■ **ACTION ITEM**
Go to the line that contains "func (a pageArc) flat(win" and transcribe from there to the end of the entries, that line and the last one included.

■ **SOURCE RECORDS**
'''

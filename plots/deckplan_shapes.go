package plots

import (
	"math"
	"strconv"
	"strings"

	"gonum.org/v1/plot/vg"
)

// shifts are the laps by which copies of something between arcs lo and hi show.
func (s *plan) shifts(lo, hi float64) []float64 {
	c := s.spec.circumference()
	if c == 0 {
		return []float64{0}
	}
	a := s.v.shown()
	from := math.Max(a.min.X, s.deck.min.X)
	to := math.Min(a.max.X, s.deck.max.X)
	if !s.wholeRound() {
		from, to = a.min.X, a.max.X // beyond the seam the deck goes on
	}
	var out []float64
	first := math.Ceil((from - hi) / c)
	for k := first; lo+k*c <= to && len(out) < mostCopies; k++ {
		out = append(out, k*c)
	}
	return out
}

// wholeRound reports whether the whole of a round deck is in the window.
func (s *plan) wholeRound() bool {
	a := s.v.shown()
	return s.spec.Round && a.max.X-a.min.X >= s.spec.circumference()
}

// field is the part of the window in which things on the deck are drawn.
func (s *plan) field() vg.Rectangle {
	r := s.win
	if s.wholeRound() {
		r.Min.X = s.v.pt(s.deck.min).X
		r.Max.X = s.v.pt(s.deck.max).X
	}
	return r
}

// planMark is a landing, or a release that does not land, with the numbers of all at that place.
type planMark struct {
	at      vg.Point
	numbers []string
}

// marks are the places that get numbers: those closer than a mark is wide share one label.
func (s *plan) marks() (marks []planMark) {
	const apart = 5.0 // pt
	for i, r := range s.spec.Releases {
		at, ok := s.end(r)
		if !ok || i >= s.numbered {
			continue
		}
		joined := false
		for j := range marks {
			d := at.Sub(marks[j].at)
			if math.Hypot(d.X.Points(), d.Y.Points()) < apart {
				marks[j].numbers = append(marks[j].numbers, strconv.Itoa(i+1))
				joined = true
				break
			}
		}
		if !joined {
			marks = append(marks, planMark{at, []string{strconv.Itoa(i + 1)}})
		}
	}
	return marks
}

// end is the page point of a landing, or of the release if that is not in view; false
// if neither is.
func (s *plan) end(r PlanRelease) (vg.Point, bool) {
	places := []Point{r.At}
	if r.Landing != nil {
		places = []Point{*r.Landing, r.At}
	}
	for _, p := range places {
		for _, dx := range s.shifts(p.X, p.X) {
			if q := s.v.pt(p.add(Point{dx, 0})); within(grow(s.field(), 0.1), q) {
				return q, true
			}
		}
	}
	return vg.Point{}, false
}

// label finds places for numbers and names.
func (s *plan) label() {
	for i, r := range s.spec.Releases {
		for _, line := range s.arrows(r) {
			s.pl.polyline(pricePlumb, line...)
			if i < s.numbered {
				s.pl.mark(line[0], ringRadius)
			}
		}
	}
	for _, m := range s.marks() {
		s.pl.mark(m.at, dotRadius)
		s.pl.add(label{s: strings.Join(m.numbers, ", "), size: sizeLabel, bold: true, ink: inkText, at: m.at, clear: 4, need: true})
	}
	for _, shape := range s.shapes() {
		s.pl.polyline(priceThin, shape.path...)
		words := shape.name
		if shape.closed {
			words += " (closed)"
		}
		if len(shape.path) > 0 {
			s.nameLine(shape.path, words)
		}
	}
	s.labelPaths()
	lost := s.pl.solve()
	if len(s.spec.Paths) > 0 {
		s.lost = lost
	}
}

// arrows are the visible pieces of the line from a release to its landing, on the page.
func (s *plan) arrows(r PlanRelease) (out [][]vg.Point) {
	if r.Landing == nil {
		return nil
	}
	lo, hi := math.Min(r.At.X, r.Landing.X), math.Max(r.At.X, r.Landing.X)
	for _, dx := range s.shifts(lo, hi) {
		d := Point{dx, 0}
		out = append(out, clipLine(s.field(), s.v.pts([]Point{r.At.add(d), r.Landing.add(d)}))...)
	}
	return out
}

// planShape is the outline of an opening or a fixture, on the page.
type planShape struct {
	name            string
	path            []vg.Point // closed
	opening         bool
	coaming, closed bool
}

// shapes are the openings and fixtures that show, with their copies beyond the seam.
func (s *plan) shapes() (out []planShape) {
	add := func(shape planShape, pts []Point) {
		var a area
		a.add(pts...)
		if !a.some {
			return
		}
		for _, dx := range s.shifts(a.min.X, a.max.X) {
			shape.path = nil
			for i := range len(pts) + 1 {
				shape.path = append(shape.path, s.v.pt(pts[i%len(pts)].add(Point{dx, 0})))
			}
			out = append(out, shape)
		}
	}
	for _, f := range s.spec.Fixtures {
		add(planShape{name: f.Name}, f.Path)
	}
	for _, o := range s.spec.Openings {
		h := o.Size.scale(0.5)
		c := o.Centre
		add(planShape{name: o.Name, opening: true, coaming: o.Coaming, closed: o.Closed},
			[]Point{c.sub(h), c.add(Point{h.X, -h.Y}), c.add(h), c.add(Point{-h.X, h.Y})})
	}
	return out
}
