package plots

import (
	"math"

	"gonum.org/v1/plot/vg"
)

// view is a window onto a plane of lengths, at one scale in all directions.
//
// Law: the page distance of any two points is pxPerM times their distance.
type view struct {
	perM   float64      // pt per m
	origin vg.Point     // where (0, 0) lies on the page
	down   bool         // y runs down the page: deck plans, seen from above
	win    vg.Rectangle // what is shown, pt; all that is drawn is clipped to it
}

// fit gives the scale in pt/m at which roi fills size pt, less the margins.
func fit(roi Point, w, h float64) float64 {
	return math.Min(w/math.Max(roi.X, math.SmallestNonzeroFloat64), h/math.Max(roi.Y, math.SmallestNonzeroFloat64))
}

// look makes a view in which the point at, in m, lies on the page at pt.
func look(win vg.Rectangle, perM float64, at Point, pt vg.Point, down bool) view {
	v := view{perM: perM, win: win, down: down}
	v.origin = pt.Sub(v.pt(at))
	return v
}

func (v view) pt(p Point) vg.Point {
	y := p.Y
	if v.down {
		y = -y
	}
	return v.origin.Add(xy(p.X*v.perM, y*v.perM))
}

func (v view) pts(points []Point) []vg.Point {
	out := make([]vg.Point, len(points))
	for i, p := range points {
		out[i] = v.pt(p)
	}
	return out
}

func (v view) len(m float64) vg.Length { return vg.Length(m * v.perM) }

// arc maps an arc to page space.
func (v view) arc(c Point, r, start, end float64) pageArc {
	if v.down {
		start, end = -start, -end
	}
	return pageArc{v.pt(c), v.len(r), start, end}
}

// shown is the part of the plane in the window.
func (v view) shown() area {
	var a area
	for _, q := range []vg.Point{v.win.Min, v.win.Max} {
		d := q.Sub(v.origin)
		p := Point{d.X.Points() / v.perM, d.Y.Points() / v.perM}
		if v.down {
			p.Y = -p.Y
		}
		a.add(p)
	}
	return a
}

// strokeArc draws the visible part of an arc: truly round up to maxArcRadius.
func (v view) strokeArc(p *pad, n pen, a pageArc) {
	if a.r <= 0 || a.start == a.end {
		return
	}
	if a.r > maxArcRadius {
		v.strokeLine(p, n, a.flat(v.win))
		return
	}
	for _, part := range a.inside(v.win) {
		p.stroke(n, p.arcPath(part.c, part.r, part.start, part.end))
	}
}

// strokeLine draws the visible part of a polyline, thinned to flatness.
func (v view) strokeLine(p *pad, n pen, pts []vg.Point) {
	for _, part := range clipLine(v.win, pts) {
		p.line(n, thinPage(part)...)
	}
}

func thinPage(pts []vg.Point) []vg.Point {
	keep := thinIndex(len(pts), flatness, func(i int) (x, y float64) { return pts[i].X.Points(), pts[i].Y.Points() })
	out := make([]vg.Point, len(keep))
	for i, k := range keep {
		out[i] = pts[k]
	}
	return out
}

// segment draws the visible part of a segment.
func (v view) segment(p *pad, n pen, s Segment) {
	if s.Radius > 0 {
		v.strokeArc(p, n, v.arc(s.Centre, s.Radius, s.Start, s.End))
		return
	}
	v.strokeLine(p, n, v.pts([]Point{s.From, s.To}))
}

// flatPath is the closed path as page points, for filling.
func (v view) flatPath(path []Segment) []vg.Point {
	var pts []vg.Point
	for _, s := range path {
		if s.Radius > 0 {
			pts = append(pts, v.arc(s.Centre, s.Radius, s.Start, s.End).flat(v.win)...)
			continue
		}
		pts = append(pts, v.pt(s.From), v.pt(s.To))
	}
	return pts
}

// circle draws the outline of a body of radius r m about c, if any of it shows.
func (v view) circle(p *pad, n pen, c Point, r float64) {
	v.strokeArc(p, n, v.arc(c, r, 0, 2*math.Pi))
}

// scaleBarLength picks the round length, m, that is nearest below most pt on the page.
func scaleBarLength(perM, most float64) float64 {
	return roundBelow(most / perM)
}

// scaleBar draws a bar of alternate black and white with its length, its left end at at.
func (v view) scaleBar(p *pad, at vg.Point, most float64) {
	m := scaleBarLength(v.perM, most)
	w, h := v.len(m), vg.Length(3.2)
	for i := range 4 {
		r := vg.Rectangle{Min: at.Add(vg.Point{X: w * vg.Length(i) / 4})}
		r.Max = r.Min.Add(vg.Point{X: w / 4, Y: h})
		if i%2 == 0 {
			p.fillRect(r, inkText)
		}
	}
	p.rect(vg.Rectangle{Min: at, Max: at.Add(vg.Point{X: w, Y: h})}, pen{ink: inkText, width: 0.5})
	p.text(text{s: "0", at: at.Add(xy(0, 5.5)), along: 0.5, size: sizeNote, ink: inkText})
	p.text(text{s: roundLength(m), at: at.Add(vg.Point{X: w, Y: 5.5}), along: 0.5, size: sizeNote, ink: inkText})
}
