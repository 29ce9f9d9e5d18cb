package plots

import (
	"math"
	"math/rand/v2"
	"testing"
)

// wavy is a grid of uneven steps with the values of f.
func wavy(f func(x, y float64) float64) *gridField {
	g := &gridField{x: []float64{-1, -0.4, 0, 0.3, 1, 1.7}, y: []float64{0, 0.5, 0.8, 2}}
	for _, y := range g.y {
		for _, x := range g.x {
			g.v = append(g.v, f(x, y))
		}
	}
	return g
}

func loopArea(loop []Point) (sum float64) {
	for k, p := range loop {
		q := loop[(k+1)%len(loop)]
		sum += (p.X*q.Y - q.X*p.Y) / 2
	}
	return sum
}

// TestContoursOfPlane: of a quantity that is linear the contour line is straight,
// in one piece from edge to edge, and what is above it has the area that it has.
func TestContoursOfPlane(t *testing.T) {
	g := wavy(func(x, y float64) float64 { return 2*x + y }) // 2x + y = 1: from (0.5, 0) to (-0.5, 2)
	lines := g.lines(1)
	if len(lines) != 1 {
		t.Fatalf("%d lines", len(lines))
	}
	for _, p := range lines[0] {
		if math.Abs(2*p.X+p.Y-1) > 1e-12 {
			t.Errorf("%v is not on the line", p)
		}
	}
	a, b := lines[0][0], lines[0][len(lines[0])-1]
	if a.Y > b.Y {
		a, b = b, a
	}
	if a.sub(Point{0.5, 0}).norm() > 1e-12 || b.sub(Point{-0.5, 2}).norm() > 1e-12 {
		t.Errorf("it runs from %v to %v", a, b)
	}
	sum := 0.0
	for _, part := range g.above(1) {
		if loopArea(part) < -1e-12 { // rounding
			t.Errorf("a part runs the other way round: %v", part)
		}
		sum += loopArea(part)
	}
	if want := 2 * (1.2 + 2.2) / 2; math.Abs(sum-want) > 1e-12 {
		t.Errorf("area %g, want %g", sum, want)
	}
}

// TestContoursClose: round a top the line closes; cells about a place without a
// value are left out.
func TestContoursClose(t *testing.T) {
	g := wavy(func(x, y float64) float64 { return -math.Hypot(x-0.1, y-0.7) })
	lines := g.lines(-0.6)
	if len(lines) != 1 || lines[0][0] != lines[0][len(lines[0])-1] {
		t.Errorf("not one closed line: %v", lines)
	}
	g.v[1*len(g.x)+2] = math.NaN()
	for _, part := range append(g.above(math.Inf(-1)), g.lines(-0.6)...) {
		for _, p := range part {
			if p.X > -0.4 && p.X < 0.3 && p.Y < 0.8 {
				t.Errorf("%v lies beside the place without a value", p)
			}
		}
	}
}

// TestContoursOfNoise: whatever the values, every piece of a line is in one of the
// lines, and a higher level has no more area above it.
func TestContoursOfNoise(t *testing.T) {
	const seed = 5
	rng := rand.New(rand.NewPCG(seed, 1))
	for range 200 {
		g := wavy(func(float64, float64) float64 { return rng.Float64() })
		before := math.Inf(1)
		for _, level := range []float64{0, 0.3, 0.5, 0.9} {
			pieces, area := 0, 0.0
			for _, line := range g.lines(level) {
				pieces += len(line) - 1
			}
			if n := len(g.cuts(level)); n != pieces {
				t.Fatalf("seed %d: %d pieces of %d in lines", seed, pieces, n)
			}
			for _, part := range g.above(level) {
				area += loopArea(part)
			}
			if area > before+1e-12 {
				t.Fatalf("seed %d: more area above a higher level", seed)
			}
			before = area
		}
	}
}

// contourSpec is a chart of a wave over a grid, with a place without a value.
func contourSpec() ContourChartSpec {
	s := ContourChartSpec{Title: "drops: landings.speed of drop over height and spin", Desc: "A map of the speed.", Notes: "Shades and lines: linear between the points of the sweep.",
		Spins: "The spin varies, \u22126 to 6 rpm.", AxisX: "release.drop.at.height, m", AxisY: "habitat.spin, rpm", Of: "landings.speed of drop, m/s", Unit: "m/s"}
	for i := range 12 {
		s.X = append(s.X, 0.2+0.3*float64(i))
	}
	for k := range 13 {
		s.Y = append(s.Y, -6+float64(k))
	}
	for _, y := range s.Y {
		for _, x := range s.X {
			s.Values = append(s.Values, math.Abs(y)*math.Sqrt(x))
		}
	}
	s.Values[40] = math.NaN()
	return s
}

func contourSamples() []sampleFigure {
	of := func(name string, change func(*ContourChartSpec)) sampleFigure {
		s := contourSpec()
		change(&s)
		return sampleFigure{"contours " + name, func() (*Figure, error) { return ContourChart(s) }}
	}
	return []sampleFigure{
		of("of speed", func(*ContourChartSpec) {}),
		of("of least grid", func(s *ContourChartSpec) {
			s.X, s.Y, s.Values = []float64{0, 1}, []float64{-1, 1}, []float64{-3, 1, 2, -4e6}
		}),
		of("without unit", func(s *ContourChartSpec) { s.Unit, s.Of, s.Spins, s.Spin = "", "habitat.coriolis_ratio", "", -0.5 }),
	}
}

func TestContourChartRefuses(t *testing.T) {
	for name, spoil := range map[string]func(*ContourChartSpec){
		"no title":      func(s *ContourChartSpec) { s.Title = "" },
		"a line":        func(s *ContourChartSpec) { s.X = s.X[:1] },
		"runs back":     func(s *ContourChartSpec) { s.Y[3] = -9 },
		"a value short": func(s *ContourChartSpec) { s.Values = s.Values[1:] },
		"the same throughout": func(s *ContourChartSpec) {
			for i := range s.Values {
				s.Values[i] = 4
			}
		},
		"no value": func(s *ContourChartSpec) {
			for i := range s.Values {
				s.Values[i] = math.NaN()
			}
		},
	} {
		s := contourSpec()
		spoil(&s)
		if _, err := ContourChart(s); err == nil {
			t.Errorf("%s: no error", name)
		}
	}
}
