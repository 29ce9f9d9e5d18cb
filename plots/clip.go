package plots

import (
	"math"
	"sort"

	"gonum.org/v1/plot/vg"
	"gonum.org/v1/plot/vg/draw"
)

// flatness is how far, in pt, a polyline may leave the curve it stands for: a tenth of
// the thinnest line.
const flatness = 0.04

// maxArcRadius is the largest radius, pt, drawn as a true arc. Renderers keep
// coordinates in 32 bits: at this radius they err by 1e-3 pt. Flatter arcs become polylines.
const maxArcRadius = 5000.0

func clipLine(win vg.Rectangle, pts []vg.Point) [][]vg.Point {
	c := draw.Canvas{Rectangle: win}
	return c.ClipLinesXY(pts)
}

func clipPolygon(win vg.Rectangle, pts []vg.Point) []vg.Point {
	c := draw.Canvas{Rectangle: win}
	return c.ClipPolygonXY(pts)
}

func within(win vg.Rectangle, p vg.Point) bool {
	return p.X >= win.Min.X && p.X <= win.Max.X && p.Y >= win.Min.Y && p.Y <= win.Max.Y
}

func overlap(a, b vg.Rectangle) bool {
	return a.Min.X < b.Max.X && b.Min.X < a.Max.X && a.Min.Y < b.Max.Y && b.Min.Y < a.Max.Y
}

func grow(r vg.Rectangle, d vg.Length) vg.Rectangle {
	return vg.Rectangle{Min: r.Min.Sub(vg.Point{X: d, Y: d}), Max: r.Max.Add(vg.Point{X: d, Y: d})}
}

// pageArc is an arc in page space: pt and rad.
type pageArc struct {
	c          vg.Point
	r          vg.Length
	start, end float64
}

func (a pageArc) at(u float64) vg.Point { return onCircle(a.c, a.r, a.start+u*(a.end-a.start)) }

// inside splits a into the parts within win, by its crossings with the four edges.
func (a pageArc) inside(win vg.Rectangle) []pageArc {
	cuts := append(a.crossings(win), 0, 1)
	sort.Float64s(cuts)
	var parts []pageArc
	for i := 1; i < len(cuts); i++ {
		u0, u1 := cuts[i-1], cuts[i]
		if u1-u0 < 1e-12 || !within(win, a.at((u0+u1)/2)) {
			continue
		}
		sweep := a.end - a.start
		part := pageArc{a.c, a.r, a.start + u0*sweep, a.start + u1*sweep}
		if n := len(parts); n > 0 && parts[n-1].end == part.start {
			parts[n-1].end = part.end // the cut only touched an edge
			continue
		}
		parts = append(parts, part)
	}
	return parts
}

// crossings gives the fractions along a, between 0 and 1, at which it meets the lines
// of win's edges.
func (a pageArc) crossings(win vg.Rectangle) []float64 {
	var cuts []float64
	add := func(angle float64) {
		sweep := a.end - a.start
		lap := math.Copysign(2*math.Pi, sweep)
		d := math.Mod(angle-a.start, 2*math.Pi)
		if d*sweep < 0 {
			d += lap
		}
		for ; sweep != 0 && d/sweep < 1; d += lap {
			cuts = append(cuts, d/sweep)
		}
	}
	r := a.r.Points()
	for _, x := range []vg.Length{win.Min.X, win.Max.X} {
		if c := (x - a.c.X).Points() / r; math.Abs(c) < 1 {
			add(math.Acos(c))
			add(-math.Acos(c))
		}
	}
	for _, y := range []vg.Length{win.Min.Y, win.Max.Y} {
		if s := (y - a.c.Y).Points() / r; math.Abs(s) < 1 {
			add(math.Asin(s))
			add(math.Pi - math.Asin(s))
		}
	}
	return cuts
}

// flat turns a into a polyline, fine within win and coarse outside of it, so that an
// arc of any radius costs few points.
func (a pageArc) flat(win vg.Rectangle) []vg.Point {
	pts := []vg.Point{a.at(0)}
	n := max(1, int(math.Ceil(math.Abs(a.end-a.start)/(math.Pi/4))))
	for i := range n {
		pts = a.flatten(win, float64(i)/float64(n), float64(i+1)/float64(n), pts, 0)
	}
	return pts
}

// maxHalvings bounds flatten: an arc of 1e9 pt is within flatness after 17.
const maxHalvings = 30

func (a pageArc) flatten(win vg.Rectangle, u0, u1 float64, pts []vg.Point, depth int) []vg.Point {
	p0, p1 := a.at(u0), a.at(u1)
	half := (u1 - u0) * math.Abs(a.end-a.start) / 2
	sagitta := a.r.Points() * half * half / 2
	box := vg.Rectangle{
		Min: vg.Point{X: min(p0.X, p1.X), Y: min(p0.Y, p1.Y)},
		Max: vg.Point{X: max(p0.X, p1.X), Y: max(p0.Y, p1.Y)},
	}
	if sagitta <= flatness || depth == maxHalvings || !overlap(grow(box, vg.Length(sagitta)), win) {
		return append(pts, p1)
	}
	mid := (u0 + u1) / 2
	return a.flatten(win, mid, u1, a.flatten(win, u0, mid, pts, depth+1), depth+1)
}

'''

■ **COMPLETED TASK**
func (a pageArc) flat(win vg.Rectangle) []vg.Point {
	pts := []vg.Point{a.at(0)}
	n := max(1, int(math.Ceil(math.Abs(a.end-a.start)/(math.Pi/4))))
	for i := range n {
		pts = a.flatten(win, float64(i)/float64(n), float64(i+1)/float64(n), pts, 0)
	}
	return pts
}

// maxHalvings bounds flatten: an arc of 1e9 pt is within flatness after 17.
const maxHalvings = 30

func (a pageArc) flatten(win vg.Rectangle, u0, u1 float64, pts []vg.Point, depth int) []vg.Point {
	p0, p1 := a.at(u0), a.at(u1)
	half := (u1 - u0) * math.Abs(a.end-a.start) / 2
	sagitta := a.r.Points() * half * half / 2
	box := vg.Rectangle{
		Min: vg.Point{X: min(p0.X, p1.X), Y: min(p0.Y, p1.Y)},
		Max: vg.Point{X: max(p0.X, p1.X), Y: max(p0.Y, p1.Y)},
	}
	if sagitta <= flatness || depth == maxHalvings || !overlap(grow(box, vg.Length(sagitta)), win) {
		return append(pts, p1)
	}
	mid := (u0 + u1) / 2
	return a.flatten(win, mid, u1, a.flatten(win, u0, mid, pts, depth+1), depth+1)
}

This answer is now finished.